Isador Henry Coriat (December 10, 1875 – May 26, 1943) was an American psychiatrist and neurologist of Moroccan-Jewish descent. He was one of the first American psychoanalysts.[1]

Biography

He was born in Philadelphia in 1875 as the son of Harry (Hyram) Coriat, a Sephardi Jew native of Marrakesh, who emigrated to the United States from France in 1867, and Clara née Einstein.[2] The Coriat Jewish family was said to have come from Spain on their father's side, Thomas Coryat was supposed to belong to it, and was German on their mother's side. He grew up in Boston and attended Tufts Medical School, graduating in 1900.[3]

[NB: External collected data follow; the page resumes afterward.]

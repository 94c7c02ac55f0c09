package chem

import (
	"fmt"
	"math"
)

// Boiling returns the temperature at which the vapour pressure equals p. The
// error wraps ErrOutOfRange where that lies outside the equation's range.
func (e VapourEquation) Boiling(p Pressure) (Temperature, error) {
	if err := mustBePositive("boiling point", "pressure", p); err != nil {
		return 0, err
	}
	want := math.Log(float64(p))
	low, high, ok := e.boilingRange(want)
	if !ok {
		lowLn, _ := e.log(low)
		highLn, _ := e.log(high)
		return 0, &DataError{
			Of: fmt.Sprintf("boiling point at %.4g kPa", p.Kilopascals()), Err: ErrOutOfRange,
			Limit:  fmt.Sprintf("%s, that is %.4g to %.4g kPa", e.Range(), math.Exp(lowLn)/1e3, math.Exp(highLn)/1e3),
			Remedy: "give a pressure inside it or antoine=A;B;C",
		}
	}
	return e.solveBoiling(want, low, high), nil
}

// boilingRange returns the range of temperature in which to look for a
// ln p; false where the equation doesn't reach it.
func (e *VapourEquation) boilingRange(want float64) (low, high Temperature, ok bool) {
	low, high = e.From, e.To
	if !e.rangeStated() {
		low, high = e.openRange()
	}
	lowLn, _ := e.log(low)
	highLn, _ := e.log(high)
	const slack = 1e-9 // in ln p: the ends of the range belong to it
	return low, high, want >= lowLn-slack && want <= highLn+slack
}

// openRange brackets the temperatures a bench could meet, for an equation
// without a stated range: from just above the pole of the equation, or 150 K,
// to 800 K.
func (e *VapourEquation) openRange() (low, high Temperature) {
	low, high = 150, 800
	if e.Form != DIPPR101 {
		low = max(low, Temperature(-e.C)+1)
	}
	return low, max(high, low+1)
}

// solveBoiling finds the temperature by Newton steps on ln p, kept inside a
// bracket that shrinks with every step, so that it always arrives. ln p rises
// with temperature in every equation of the table.
func (e *VapourEquation) solveBoiling(want float64, low, high Temperature) Temperature {
	t := (low + high) / 2
	for range 100 {
		ln, slope := e.log(t)
		if ln > want {
			high = t
		} else {
			low = t
		}
		next := t - Temperature((ln-want)/slope)
		if !(next > low && next < high) {
			next = (low + high) / 2
		}
		if math.Abs(float64(next-t)) < 1e-10*float64(t) {
			return next
		}
		t = next
	}
	return t
}

// BoilingPoint returns the boiling point of a pure liquid by CAS number at a
// pressure, from the first equation that reaches there. The error wraps
// ErrNoData or ErrOutOfRange.
func BoilingPoint(cas string, p Pressure) (Temperature, error) {
	if err := mustBePositive("boiling point", "pressure", p); err != nil {
		return 0, err
	}
	equations := vapourEquations()[cas]
	for i := range equations {
		if low, high, ok := equations[i].boilingRange(math.Log(float64(p))); ok {
			return equations[i].solveBoiling(math.Log(float64(p)), low, high), nil
		}
	}
	return 0, noVapourEquation(cas, fmt.Sprintf("boiling point of %s at %.4g kPa", nameOfCAS(cas), p.Kilopascals()))
}

// The standard atmosphere below 11 km (ISO 2533:1975, 2.1 to 2.8).
const (
	seaLevelTemperature = 288.15  // K
	lapseRate           = 0.0065  // K/m
	standardGravity     = 9.80665 // m/s²
	airGasConstant      = 287.05287
)

// PressureAtAltitude returns the air pressure of the standard atmosphere at a
// height above the sea in metres,
//
//	p = 101325 Pa · (1 − 0.0065 h / 288.15)^(g/(R · 0.0065))
//
// from −2000 m to 11 000 m (ISO 2533, the same as ICAO Doc 7488). Weather moves
// the true pressure by a few kilopascals: read the barometer where it matters.
func PressureAtAltitude(metres float64) (Pressure, error) {
	if !(metres >= -2000 && metres <= 11000) {
		return 0, &DataError{
			Of: fmt.Sprintf("air pressure at %.0f m", metres), Err: ErrOutOfRange,
			Limit: "-2000 to 11000 m", Remedy: "give the height of the lab above the sea or the barometer's reading",
		}
	}
	base := 1 - lapseRate*metres/seaLevelTemperature
	return Atmosphere * Pressure(math.Pow(base, standardGravity/(airGasConstant*lapseRate))), nil
}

He was one of the founders of Boston Psychoanalytic Society, the first secretary in 1914 and president in years 1930–32. Coriat was the only Freudian analyst in Boston during the period after James Jackson Putnam's death.[4]

Coriat worked with the Rev. Elwood Worcester, served as the medical expert for the Emmanuel Movement and co-authored Religion and Medicine; The Moral Control of Nervous Disorders.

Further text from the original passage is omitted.